**Aim of the exercise**
Beneath this line is the data. Output exactly the lines from the line with "minutes to radians.</summary>" to the line with "public static double ToDeg(double", both ends included, and nothing more.

**Data supplied**

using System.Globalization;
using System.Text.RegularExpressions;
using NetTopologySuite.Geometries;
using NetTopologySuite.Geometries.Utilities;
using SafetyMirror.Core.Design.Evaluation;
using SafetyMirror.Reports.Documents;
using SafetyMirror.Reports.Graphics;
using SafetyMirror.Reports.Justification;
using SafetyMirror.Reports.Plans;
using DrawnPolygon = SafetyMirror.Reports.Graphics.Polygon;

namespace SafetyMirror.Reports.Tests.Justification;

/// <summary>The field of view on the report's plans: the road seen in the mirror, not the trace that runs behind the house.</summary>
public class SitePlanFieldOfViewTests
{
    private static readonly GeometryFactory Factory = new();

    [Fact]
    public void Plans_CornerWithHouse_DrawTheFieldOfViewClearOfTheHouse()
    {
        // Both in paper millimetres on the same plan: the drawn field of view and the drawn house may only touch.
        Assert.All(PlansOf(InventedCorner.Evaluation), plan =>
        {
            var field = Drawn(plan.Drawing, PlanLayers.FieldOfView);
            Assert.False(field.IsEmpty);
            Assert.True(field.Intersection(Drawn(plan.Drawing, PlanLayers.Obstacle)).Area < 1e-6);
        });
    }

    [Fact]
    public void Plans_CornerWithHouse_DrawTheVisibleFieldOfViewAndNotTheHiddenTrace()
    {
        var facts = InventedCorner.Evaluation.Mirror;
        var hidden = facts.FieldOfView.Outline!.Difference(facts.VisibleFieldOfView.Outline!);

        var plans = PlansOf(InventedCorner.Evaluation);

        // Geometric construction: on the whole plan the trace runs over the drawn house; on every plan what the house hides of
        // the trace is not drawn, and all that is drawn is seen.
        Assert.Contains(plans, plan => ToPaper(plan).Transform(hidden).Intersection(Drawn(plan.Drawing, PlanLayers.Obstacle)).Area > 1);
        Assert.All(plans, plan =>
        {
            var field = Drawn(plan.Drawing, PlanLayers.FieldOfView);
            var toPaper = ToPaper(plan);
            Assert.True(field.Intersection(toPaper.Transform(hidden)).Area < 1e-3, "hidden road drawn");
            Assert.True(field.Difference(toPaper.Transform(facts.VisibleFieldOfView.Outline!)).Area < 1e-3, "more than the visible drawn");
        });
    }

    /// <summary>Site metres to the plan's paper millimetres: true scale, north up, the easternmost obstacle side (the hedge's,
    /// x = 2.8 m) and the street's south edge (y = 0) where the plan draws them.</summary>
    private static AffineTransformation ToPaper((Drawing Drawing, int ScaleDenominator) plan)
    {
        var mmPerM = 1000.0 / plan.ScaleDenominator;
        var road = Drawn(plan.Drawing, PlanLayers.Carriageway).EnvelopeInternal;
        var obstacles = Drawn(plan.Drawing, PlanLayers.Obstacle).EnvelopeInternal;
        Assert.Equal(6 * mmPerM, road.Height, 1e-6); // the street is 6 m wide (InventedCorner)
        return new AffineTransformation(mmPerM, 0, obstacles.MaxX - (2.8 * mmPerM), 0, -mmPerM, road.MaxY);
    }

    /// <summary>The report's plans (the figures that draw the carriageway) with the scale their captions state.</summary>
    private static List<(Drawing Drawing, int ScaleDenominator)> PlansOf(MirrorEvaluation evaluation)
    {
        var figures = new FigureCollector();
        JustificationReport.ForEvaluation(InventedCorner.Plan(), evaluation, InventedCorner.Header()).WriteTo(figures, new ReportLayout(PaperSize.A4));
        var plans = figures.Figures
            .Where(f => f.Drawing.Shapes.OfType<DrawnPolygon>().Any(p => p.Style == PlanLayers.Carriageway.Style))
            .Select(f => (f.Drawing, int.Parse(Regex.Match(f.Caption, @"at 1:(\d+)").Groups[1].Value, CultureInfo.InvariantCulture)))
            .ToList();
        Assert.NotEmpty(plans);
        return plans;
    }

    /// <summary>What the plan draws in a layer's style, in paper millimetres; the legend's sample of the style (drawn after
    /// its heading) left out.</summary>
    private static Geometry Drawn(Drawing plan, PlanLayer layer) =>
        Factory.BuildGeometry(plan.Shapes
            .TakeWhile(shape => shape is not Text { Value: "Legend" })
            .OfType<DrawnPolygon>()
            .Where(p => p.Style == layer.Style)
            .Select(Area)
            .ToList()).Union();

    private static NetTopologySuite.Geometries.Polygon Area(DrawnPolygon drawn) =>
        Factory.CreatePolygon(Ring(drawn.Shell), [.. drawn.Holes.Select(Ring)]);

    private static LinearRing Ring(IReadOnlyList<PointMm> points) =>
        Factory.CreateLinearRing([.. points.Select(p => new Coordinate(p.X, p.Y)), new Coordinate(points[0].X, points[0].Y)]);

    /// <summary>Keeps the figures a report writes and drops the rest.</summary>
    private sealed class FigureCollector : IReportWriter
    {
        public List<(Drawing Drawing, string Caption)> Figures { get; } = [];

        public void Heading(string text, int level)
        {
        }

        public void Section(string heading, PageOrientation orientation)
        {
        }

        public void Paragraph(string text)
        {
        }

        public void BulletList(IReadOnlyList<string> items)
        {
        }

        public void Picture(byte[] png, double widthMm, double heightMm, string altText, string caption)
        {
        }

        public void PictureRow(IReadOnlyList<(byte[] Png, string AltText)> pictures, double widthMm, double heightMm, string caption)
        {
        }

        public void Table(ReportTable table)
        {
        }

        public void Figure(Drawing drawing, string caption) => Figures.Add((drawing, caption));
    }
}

---

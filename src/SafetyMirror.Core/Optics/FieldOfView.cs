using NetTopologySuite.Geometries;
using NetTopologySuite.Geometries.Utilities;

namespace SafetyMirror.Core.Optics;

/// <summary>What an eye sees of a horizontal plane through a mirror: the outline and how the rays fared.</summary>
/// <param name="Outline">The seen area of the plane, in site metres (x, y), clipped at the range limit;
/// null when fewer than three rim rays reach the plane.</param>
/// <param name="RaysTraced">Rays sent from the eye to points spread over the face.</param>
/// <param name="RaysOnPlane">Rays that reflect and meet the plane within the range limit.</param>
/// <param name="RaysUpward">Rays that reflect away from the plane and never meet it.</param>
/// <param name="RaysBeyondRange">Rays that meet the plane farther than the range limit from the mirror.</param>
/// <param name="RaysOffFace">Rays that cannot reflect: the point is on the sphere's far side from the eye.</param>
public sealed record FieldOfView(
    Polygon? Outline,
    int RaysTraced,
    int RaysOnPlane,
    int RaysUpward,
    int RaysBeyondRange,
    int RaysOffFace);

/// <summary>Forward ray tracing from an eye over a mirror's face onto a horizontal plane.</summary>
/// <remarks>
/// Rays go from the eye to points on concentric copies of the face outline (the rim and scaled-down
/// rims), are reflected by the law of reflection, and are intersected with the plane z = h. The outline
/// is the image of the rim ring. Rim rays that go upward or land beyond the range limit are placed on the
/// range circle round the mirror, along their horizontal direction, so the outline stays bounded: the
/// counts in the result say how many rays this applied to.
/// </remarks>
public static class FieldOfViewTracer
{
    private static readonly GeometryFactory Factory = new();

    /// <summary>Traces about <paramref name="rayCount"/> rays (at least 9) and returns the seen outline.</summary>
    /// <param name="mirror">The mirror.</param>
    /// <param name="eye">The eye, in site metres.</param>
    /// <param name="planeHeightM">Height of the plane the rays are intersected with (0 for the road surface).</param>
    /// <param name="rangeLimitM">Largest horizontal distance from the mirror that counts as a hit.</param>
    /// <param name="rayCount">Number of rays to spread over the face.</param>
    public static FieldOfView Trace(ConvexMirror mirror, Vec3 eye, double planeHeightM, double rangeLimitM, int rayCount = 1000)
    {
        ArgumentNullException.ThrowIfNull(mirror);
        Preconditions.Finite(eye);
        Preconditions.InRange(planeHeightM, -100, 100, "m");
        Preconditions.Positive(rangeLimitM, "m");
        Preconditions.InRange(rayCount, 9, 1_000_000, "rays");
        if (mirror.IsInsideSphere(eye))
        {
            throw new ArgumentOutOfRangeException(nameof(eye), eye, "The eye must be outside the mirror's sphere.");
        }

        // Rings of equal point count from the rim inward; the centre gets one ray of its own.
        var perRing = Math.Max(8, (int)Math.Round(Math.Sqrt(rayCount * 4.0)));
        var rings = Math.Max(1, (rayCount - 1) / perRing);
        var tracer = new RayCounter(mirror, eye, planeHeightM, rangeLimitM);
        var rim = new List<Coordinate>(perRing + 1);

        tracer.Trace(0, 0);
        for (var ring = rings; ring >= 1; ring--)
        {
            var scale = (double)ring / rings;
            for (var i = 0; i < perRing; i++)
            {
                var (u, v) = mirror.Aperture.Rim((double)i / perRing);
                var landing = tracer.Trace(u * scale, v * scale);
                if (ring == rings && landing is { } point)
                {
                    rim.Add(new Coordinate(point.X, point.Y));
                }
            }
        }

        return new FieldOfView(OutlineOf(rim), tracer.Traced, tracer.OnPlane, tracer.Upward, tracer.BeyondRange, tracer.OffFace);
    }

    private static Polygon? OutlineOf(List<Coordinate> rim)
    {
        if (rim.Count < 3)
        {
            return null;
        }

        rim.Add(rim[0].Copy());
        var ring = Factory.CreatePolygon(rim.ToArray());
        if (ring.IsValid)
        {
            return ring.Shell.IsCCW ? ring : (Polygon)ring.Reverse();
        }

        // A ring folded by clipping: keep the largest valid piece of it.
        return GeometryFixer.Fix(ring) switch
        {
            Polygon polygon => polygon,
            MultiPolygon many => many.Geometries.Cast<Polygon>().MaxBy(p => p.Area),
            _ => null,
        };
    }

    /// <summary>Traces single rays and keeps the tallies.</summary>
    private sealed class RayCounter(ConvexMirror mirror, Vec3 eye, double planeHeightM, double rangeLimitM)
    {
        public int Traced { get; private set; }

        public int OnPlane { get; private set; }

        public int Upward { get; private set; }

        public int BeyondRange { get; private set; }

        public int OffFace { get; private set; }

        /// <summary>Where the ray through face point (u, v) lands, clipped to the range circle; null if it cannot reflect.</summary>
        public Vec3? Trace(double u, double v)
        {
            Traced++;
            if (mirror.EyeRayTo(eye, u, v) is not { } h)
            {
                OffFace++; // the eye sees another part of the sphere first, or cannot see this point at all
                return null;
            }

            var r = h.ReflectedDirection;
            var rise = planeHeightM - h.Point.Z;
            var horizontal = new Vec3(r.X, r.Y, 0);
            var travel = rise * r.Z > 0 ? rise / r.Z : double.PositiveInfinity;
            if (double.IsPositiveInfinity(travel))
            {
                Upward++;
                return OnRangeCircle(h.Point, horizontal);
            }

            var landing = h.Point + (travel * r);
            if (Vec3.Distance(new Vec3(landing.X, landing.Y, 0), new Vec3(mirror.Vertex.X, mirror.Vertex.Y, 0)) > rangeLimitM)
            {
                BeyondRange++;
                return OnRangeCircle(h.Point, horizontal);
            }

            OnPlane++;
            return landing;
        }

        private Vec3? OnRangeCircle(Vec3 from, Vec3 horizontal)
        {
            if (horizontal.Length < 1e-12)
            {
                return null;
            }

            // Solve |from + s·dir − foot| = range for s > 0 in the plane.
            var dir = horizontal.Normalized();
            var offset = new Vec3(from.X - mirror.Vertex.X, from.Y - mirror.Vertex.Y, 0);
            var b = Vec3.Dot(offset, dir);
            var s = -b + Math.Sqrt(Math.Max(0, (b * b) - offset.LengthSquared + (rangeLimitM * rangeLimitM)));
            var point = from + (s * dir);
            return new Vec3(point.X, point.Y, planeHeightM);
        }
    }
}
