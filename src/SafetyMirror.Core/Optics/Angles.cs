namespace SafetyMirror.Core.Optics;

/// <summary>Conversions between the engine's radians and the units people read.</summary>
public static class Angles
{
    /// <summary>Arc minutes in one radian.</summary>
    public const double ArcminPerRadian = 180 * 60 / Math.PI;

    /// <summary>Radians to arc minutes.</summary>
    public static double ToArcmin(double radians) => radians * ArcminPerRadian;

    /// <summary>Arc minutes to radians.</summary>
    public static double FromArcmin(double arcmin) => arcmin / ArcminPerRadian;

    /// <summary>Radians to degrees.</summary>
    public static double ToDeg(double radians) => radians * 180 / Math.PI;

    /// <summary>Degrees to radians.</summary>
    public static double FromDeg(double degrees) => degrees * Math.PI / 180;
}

...

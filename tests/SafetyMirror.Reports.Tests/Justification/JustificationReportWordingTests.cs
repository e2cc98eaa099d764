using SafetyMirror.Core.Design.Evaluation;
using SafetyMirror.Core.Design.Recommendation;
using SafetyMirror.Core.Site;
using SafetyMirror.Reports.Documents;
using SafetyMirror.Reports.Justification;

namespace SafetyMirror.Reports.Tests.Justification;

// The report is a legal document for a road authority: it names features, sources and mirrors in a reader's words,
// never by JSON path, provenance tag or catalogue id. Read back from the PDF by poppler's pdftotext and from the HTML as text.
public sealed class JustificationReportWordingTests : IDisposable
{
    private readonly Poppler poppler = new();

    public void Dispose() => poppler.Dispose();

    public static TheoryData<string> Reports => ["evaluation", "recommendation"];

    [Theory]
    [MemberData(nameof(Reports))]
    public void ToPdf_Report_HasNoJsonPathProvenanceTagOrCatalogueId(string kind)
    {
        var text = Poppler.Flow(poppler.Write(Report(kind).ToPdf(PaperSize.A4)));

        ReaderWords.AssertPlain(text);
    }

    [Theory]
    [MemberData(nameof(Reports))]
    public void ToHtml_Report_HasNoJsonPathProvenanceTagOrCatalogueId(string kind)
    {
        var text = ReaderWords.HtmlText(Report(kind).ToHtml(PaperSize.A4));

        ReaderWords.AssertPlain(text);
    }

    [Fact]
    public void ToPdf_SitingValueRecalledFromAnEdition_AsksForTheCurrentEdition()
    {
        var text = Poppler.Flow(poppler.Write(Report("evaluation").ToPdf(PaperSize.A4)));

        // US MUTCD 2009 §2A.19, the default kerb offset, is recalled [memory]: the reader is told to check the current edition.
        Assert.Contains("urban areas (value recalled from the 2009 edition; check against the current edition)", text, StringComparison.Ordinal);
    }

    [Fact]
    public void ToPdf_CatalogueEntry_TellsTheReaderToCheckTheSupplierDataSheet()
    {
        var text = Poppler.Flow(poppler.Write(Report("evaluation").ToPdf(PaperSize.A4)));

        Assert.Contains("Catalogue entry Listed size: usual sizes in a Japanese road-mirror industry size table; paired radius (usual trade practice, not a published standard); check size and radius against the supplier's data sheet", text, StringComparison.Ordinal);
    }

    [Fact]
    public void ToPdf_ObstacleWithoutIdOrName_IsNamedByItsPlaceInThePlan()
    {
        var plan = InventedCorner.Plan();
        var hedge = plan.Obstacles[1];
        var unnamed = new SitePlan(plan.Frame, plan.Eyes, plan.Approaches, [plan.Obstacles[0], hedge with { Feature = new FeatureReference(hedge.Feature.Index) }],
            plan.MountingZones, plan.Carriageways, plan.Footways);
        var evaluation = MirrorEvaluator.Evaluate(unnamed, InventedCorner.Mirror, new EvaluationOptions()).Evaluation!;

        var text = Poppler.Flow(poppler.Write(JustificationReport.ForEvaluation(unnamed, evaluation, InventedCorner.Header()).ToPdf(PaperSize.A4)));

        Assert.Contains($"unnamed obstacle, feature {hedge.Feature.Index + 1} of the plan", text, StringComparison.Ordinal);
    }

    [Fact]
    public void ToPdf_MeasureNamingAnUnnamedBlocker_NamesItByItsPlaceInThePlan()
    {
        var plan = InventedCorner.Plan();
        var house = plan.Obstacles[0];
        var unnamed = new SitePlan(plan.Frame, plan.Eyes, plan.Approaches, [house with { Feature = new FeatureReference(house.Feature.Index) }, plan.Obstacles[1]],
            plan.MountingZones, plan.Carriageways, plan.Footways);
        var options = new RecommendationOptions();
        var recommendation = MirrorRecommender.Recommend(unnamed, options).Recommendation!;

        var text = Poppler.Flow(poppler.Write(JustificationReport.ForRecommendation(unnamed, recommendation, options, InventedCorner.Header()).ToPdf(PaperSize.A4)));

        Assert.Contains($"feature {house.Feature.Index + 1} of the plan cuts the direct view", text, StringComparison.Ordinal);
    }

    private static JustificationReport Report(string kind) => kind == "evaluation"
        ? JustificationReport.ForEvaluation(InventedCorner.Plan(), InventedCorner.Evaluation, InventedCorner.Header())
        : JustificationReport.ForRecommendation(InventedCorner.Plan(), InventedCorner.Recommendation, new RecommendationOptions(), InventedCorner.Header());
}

**Answer for the task**
    /// <summary>Arc minutes to radians.</summary>
    public static double FromArcmin(double arcmin) => arcmin / ArcminPerRadian;

    /// <summary>Radians to degrees.</summary>
    public static double ToDeg(double radians) => radians * 180 / Math.PI;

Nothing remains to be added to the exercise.